◆ What you are asked to do: Please return every record below exactly as it stands.

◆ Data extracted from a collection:
——————

/// Generates the readings of `stream` for culture `c`, reproducibly.
#[must_use]
pub fn generate(c: &Culture, stream: Stream, seed: u64, run: u64) -> Generated {
    let index = Stream::ALL.iter().position(|s| *s == stream).unwrap_or(0) as u64;
    let mut rng = ChaCha8Rng::seed_from_u64(mix(seed, run, index + 1));
    let truth = truth_of(c, stream);
    let end = c.start_h + DURATION_H + if stream == Stream::Lag { c.lag_h } else { 0.0 };
    let step = 5.0 / 60.0;
    let mut times = Vec::new();
    if stream == Stream::Uneven {
        let gap = Exp::new(1.0 / (10.0 / 60.0)).expect("positive rate");
        let mut t = c.start_h;
        while t <= end {
            times.push(t);
            let dt: f64 = gap.sample(&mut rng);
            t += dt.max(0.5 / 60.0);
        }
    } else {
        let mut i = 0.0;
        while c.start_h + i * step <= end {
            let jitter: f64 = rng.random_range(-0.002..0.002);
            times.push(c.start_h + i * step + jitter);
            i += 1.0;
        }
    }
    if stream == Stream::Gaps {
        let first_len: f64 = rng.random_range(2.0..4.0);
        let first_end = c.midpoint_h + rng.random_range(-1.0..0.5);
        let second_start = c.midpoint_h + rng.random_range(2.0..5.0);
        let second_len: f64 = rng.random_range(2.0..4.0);
        times.retain(|&t| {
            !((t >= first_end - first_len && t < first_end)
                || (t >= second_start && t < second_start + second_len))
        });
    }
    let mut g = Generated::default();
    for t in times {
        let y = truth.value(t);
        let sd = c.noise_floor_od + c.noise_fraction * y;
        let z: f64 = StandardNormal.sample(&mut rng);
        let mut od = y + sd * z;
        let mut spike = false;
        if stream == Stream::Spikes && rng.random::<f64>() < 0.03 {
            let size: f64 = rng.random_range(0.1..0.3);
            let sign = if rng.random::<f64>() < 0.8 { 1.0 } else { -1.0 };
            od += sign * size;
            spike = true;
        }
        g.time_h.push(t);
        g.od.push(od);
        g.sd.push(sd);
        g.spike.push(spike);
    }
    g
}

/// A value with a standard deviation.
#[derive(Clone, Copy, Debug, PartialEq, Serialize)]
pub struct Est {
    /// Value.
    pub value: f64,
    /// Standard deviation.
    pub sd: f64,
}

/// Everything measured at one checkpoint of one stream of one run.
#[derive(Clone, Copy, Debug, PartialEq, Serialize)]
pub struct Checkpoint {
    /// True capacity, OD units.
    pub true_capacity: f64,
    /// True maximum specific rate, per hour.
    pub true_rate: f64,
    /// Whether the online estimator had any estimate.
    pub online_any: bool,
    /// Published online capacity.
    pub online_capacity: Option<Est>,
    /// Online capacity, published or not.
    pub online_capacity_unchecked: Option<Est>,
    /// Online rate.
    pub online_rate: Option<Est>,
    /// Unweighted batch fit (capacity, rate).
    pub batch: Option<(Est, Est)>,
    /// Weighted, trimmed batch fit (capacity, rate).
    pub weighted: Option<(Est, Est)>,
    /// Cramér–Rao sds of (capacity, rate).
    pub crb: Option<(f64, f64)>,
    /// True lag on ln OD, hours from the first reading.
    pub true_lag_h: f64,
    /// The estimator's lag, hours from the first reading.
    pub online_lag: Option<Est>,
}

/// One stream of one run.
#[derive(Clone, Copy, Debug, PartialEq, Serialize)]
pub struct StreamRun {
    /// The stream.
    pub stream: Stream,
    /// At the true inflection time.
    pub inflection: Checkpoint,
    /// At the end of the run.
    pub end: Checkpoint,
    /// Spikes generated.
    pub spikes: usize,
    /// Spikes the estimator rejected as spikes.
    pub spikes_rejected: usize,
    /// Ordinary readings the estimator rejected (any reason: negative
    /// readings near zero OD are rejected too).
    pub clean_rejected: usize,
    /// Ordinary readings the innovation gate rejected as spikes.
    pub clean_gated: usize,
    /// Ordinary (not spike) readings.
    pub clean_readings: usize,
    /// Restarts (none are expected).
    pub restarts: usize,
}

——————

◆ Solved problem:
/// Generates the readings of `stream` for culture `c`, reproducibly.
#[must_use]
pub fn generate(c: &Culture, stream: Stream, seed: u64, run: u64) -> Generated {
    let index = Stream::ALL.iter().position(|s| *s == stream).unwrap_or(0) as u64;
    let mut rng = ChaCha8Rng::seed_from_u64(mix(seed, run, index + 1));
    let truth = truth_of(c, stream);
    let end = c.start_h + DURATION_H + if stream == Stream::Lag { c.lag_h } else { 0.0 };
    let step = 5.0 / 60.0;
    let mut times = Vec::new();
    if stream == Stream::Uneven {
        let gap = Exp::new(1.0 / (10.0 / 60.0)).expect("positive rate");
        let mut t = c.start_h;
        while t <= end {
            times.push(t);
            let dt: f64 = gap.sample(&mut rng);
            t += dt.max(0.5 / 60.0);
        }
    } else {
        let mut i = 0.0;
        while c.start_h + i * step <= end {
            let jitter: f64 = rng.random_range(-0.002..0.002);
            times.push(c.start_h + i * step + jitter);
            i += 1.0;
        }
    }
    if stream == Stream::Gaps {
        let first_len: f64 = rng.random_range(2.0..4.0);
        let first_end = c.midpoint_h + rng.random_range(-1.0..0.5);
        let second_start = c.midpoint_h + rng.random_range(2.0..5.0);
        let second_len: f64 = rng.random_range(2.0..4.0);
        times.retain(|&t| {
            !((t >= first_end - first_len && t < first_end)
                || (t >= second_start && t < second_start + second_len))
        });
    }
    let mut g = Generated::default();
    for t in times {
        let y = truth.value(t);
        let sd = c.noise_floor_od + c.noise_fraction * y;
        let z: f64 = StandardNormal.sample(&mut rng);
        let mut od = y + sd * z;
        let mut spike = false;
        if stream == Stream::Spikes && rng.random::<f64>() < 0.03 {
            let size: f64 = rng.random_range(0.1..0.3);
            let sign = if rng.random::<f64>() < 0.8 { 1.0 } else { -1.0 };
            od += sign * size;
            spike = true;
        }
        g.time_h.push(t);
        g.od.push(od);
        g.sd.push(sd);
        g.spike.push(spike);
    }
    g
}

/// A value with a standard deviation.
#[derive(Clone, Copy, Debug, PartialEq, Serialize)]
pub struct Est {
    /// Value.
    pub value: f64,
    /// Standard deviation.
    pub sd: f64,
}

/// Everything measured at one checkpoint of one stream of one run.
#[derive(Clone, Copy, Debug, PartialEq, Serialize)]
pub struct Checkpoint {
    /// True capacity, OD units.
    pub true_capacity: f64,
    /// True maximum specific rate, per hour.
    pub true_rate: f64,
    /// Whether the online estimator had any estimate.
    pub online_any: bool,
    /// Published online capacity.
    pub online_capacity: Option<Est>,
    /// Online capacity, published or not.
    pub online_capacity_unchecked: Option<Est>,
    /// Online rate.
    pub online_rate: Option<Est>,
    /// Unweighted batch fit (capacity, rate).
    pub batch: Option<(Est, Est)>,
    /// Weighted, trimmed batch fit (capacity, rate).
    pub weighted: Option<(Est, Est)>,
    /// Cramér–Rao sds of (capacity, rate).
    pub crb: Option<(f64, f64)>,
    /// True lag on ln OD, hours from the first reading.
    pub true_lag_h: f64,
    /// The estimator's lag, hours from the first reading.
    pub online_lag: Option<Est>,
}

/// One stream of one run.
#[derive(Clone, Copy, Debug, PartialEq, Serialize)]
pub struct StreamRun {
    /// The stream.
    pub stream: Stream,
    /// At the true inflection time.
    pub inflection: Checkpoint,
    /// At the end of the run.
    pub end: Checkpoint,
    /// Spikes generated.
    pub spikes: usize,
    /// Spikes the estimator rejected as spikes.
    pub spikes_rejected: usize,
    /// Ordinary readings the estimator rejected (any reason: negative
    /// readings near zero OD are rejected too).
    pub clean_rejected: usize,
    /// Ordinary readings the innovation gate rejected as spikes.
    pub clean_gated: usize,
    /// Ordinary (not spike) readings.
    pub clean_readings: usize,
    /// Restarts (none are expected).
    pub restarts: usize,
}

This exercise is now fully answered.